__DIRECTIONS__. As the answer, give a copy of each line below that includes the word "return".

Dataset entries
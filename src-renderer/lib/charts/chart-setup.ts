// Only the chart.js pieces the build sheet draws, registered once: the rest is tree-shaken.
import { BarController, BarElement, CategoryScale, Chart, Filler, Legend, LinearScale, LineController, LineElement, PointElement, ScatterController, Tooltip } from 'chart.js';

Chart.register(Filler, LineController, LineElement, PointElement, LinearScale, ScatterController, BarController, BarElement, CategoryScale, Legend, Tooltip);

Chart.defaults.font.family = "system-ui, -apple-system, 'Segoe UI', Roboto, sans-serif";
Chart.defaults.font.size = 11;
Chart.defaults.color = '#4a5563';
Chart.defaults.animation = false;

export { Chart };
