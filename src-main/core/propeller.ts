// Static propeller load: T = C_T·ρ·n²·D⁴ and P = C_P·ρ·n³·D⁵ with n in rev/s and D in m, so
// the shaft torque the propeller asks for is P/ω = C_P·ρ·n²·D⁵/(2π).

import { currentAt, noLoadOmega, stallCurrent, torqueAt, type MotorParams } from './motor';
import { findRoot } from './solve';

export interface PropellerLoad {
  diameterM: number;
  thrustCoefficient: number | null;
  powerCoefficient: number;
  /** Air or water, kg/m³. */
  densityKgM3: number;
  /** Motor turns per propeller turn; 1 (or left out) for direct drive. */
  gearRatio?: number;
  /** Gearbox efficiency, 0 to 1; 1 (or left out) for direct drive. */
  gearEfficiency?: number;
}

export function propThrust(ct: number, densityKgM3: number, revPerS: number, diameterM: number): number {
  return ct * densityKgM3 * revPerS * revPerS * diameterM ** 4;
}

export function propPower(cp: number, densityKgM3: number, revPerS: number, diameterM: number): number {
  return cp * densityKgM3 * revPerS ** 3 * diameterM ** 5;
}

export function propTorque(cp: number, densityKgM3: number, revPerS: number, diameterM: number): number {
  return (cp * densityKgM3 * revPerS * revPerS * diameterM ** 5) / (2 * Math.PI);
}

/** Blade tip speed from rotation alone (static), m/s. */
export function tipSpeed(revPerS: number, diameterM: number): number {
  return Math.PI * diameterM * revPerS;
}

export interface PropPoint {
  /** Motor speed. */
  omegaRadS: number;
  /** Propeller speed: motor speed ÷ gear ratio. */
  revPerS: number;
  /** Per motor. */
  currentA: number;
  thrustN: number | null;
  tipSpeedMps: number;
}

interface PropCtx {
  m: MotorParams;
  voltageV: number;
  p: PropellerLoad;
}

/** Propeller torque seen at the motor shaft: through the gear ratio and the gearbox losses. */
function surplusTorque(omega: number, c: PropCtx): number {
  const ratio = c.p.gearRatio ?? 1;
  const eff = c.p.gearEfficiency ?? 1;
  const propRevPerS = omega / ratio / (2 * Math.PI);
  return torqueAt(c.m, c.voltageV, omega) - propTorque(c.p.powerCoefficient, c.p.densityKgM3, propRevPerS, c.p.diameterM) / ratio / eff;
}

/**
 * Full-throttle static point of one motor and propeller: motor torque meets propeller torque
 * (through a gearbox where there is one: the propeller turns at motor speed ÷ ratio).
 */
export function staticPropPoint(m: MotorParams, voltageV: number, p: PropellerLoad): PropPoint {
  const omegaMax = noLoadOmega(m, voltageV);
  const ctx: PropCtx = { m, voltageV, p };
  const omegaRadS = omegaMax > 0 ? findRoot(surplusTorque, ctx, 0, omegaMax, 1e-9 * Math.max(1, omegaMax), 100) : 0;
  const revPerS = omegaRadS / (p.gearRatio ?? 1) / (2 * Math.PI);
  return {
    omegaRadS,
    revPerS,
    currentA: omegaMax > 0 ? currentAt(m, voltageV, omegaRadS) : stallCurrent(m, voltageV),
    thrustN: p.thrustCoefficient === null ? null : propThrust(p.thrustCoefficient, p.densityKgM3, revPerS, p.diameterM),
    tipSpeedMps: tipSpeed(revPerS, p.diameterM),
  };
}

/**
 * The highest propeller speed the build can reach, rev/s: a propeller unloads as the craft
 * moves, so the motor runs toward its no-load speed Kv·(V − I0·R) at full charge, ÷ gear ratio.
 */
export function unloadedPropRevPerS(m: MotorParams, voltageV: number, gearRatio: number): number {
  return Math.max(0, noLoadOmega(m, voltageV)) / gearRatio / (2 * Math.PI);
}

/** Pitch speed: the distance the propeller would advance per turn (its pitch) × rev/s, m/s. */
export function pitchSpeedMps(pitchM: number, revPerS: number): number {
  return pitchM * revPerS;
}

__EXPECTED ANSWER__.
  return ct * densityKgM3 * revPerS * revPerS * diameterM ** 4;
  return cp * densityKgM3 * revPerS ** 3 * diameterM ** 5;
  return (cp * densityKgM3 * revPerS * revPerS * diameterM ** 5) / (2 * Math.PI);
  return Math.PI * diameterM * revPerS;
  return torqueAt(c.m, c.voltageV, omega) - propTorque(c.p.powerCoefficient, c.p.densityKgM3, propRevPerS, c.p.diameterM) / ratio / eff;
  return {
  return Math.max(0, noLoadOmega(m, voltageV)) / gearRatio / (2 * Math.PI);
  return pitchM * revPerS;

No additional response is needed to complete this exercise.